• [Exercise]
Find and return every line of the data that contains the word "overall".

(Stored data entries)
——

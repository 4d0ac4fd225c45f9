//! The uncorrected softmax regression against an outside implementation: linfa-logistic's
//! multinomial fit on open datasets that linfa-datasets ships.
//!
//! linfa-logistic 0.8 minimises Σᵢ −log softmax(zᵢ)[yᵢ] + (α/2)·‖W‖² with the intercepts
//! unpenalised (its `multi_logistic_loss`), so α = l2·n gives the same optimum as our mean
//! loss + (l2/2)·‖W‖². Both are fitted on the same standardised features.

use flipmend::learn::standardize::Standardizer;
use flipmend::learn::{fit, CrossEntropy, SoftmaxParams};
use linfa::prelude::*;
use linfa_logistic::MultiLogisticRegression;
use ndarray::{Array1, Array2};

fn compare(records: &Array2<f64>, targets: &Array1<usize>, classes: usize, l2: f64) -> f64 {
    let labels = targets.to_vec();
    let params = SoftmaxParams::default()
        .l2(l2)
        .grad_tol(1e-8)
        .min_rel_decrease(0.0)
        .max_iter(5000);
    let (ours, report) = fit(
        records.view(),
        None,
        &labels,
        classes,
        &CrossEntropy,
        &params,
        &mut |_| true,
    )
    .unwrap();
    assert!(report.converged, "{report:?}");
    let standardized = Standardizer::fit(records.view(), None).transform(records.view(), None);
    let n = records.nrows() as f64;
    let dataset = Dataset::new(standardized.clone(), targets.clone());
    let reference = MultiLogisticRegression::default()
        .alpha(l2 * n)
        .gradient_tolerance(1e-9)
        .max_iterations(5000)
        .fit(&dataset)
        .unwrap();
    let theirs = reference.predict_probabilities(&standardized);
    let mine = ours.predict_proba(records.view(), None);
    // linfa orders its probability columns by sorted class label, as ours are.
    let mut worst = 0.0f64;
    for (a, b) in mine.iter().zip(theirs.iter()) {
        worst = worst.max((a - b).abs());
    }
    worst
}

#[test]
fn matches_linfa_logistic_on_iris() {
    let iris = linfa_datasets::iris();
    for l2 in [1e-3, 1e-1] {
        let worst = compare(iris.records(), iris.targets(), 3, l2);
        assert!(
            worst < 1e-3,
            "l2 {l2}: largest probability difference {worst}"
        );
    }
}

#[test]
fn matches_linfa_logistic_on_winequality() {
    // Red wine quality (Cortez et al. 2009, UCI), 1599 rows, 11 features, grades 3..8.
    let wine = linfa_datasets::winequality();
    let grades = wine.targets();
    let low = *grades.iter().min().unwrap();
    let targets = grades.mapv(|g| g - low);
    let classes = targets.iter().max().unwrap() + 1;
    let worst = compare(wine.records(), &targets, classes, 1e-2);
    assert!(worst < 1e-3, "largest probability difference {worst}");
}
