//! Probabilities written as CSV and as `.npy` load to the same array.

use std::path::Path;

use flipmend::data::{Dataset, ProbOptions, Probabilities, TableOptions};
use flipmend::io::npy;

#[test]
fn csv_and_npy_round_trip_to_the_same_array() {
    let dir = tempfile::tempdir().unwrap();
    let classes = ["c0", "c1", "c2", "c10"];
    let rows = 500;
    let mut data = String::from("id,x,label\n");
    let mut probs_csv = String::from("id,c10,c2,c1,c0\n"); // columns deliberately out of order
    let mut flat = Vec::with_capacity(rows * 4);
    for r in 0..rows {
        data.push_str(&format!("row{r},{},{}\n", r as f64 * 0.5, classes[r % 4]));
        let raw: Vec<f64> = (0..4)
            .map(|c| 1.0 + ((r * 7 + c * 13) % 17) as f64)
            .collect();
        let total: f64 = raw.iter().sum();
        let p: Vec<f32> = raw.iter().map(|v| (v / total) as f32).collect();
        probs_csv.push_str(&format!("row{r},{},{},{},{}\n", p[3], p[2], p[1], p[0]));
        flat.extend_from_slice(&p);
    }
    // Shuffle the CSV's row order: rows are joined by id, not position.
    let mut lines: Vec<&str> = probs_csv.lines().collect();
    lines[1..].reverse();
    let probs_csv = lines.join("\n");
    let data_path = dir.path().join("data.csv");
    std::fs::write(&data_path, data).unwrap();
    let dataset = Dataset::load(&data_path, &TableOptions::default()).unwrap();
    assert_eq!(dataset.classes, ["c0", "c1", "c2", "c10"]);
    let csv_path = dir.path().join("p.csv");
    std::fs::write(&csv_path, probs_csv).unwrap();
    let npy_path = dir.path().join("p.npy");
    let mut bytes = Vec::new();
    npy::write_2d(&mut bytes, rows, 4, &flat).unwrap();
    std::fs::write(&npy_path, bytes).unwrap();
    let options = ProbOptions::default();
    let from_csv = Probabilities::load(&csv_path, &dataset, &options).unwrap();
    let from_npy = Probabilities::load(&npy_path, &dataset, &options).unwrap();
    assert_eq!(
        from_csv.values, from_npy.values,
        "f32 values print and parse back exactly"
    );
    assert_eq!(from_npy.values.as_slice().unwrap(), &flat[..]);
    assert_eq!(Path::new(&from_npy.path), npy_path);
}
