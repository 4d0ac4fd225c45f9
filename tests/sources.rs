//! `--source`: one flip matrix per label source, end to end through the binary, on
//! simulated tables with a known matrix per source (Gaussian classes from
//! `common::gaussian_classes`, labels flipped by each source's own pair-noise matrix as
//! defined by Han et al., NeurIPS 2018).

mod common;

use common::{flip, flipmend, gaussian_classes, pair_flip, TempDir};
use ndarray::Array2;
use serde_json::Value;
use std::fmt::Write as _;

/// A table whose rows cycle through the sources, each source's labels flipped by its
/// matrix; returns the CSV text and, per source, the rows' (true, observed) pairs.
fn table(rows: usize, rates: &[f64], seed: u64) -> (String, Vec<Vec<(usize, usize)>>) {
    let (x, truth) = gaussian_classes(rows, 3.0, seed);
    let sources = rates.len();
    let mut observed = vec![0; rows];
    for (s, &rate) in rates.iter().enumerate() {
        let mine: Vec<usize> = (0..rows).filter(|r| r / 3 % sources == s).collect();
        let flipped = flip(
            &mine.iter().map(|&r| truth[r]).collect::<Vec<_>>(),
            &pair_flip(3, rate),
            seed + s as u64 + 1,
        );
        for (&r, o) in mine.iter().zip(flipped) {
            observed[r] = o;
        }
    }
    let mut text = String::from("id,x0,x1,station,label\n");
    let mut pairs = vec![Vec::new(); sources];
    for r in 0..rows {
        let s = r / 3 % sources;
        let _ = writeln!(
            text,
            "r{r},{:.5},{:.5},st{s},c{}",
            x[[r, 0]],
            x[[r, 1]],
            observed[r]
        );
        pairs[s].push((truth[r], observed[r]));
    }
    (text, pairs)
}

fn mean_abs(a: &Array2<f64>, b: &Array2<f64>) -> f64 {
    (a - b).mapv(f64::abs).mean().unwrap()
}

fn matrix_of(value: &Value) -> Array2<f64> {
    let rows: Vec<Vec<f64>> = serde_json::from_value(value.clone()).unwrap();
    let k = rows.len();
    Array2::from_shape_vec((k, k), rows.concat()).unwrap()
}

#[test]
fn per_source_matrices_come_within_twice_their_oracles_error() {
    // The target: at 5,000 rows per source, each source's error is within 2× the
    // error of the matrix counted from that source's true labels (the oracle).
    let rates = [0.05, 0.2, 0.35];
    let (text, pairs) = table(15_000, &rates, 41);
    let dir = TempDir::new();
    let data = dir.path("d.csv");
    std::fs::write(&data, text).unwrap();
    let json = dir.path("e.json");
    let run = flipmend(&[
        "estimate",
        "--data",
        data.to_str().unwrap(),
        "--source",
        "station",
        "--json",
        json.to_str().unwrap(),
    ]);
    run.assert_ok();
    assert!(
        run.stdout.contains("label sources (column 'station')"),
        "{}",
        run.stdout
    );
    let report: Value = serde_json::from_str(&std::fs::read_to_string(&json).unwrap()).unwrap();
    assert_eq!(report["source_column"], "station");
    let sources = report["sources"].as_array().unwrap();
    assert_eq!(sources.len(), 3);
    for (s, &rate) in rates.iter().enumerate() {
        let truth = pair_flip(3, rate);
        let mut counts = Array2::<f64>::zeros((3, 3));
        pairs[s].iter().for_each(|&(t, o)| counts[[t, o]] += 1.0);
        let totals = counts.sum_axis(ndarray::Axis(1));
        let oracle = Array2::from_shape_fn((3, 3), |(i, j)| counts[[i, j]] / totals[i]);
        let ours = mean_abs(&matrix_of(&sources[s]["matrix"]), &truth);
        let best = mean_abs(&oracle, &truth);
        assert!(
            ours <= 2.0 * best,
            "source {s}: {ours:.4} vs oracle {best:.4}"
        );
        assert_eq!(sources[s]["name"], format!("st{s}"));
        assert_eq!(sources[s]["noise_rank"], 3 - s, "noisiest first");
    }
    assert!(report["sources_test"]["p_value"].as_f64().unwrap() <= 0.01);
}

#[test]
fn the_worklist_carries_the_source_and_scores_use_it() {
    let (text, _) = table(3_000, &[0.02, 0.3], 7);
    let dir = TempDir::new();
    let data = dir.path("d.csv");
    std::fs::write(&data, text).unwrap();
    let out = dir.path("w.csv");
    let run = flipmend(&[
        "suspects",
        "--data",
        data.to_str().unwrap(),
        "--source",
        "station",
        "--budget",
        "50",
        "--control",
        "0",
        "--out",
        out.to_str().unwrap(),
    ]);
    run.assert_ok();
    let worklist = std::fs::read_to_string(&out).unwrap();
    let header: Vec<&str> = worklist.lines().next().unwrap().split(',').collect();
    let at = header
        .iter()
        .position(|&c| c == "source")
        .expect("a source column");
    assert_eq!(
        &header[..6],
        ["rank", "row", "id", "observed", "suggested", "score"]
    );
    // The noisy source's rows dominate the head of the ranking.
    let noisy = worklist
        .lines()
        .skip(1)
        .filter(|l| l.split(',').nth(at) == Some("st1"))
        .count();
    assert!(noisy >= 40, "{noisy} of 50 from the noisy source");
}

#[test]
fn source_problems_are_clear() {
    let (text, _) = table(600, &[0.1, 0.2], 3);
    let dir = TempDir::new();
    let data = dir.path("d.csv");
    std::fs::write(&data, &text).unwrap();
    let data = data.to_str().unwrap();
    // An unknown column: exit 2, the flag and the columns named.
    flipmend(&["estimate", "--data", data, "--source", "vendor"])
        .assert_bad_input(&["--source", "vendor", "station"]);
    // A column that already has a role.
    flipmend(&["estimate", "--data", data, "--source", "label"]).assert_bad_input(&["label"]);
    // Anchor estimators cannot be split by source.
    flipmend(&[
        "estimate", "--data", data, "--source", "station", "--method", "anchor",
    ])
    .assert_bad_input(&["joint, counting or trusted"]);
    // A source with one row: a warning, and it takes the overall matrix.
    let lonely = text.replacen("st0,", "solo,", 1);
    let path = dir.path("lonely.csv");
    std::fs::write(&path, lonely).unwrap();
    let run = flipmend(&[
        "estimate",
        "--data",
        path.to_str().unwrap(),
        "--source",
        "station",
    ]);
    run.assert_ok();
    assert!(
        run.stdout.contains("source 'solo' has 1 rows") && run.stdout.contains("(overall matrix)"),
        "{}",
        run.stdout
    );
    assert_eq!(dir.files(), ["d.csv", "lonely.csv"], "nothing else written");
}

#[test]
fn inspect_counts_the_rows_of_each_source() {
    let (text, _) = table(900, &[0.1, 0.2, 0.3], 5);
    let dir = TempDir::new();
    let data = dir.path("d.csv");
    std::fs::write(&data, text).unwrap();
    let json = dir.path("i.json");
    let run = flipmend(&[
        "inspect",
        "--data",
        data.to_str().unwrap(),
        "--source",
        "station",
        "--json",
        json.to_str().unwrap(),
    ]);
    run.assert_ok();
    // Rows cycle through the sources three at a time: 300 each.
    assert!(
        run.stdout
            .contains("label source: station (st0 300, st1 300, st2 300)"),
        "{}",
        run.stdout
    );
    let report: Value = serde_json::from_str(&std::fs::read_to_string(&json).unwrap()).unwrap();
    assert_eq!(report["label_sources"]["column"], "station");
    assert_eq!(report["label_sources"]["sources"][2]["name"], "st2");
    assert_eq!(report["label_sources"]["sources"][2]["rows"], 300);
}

——

• [Answer to the exercise]
    // A source with one row: a warning, and it takes the overall matrix.
        run.stdout.contains("source 'solo' has 1 rows") && run.stdout.contains("(overall matrix)"),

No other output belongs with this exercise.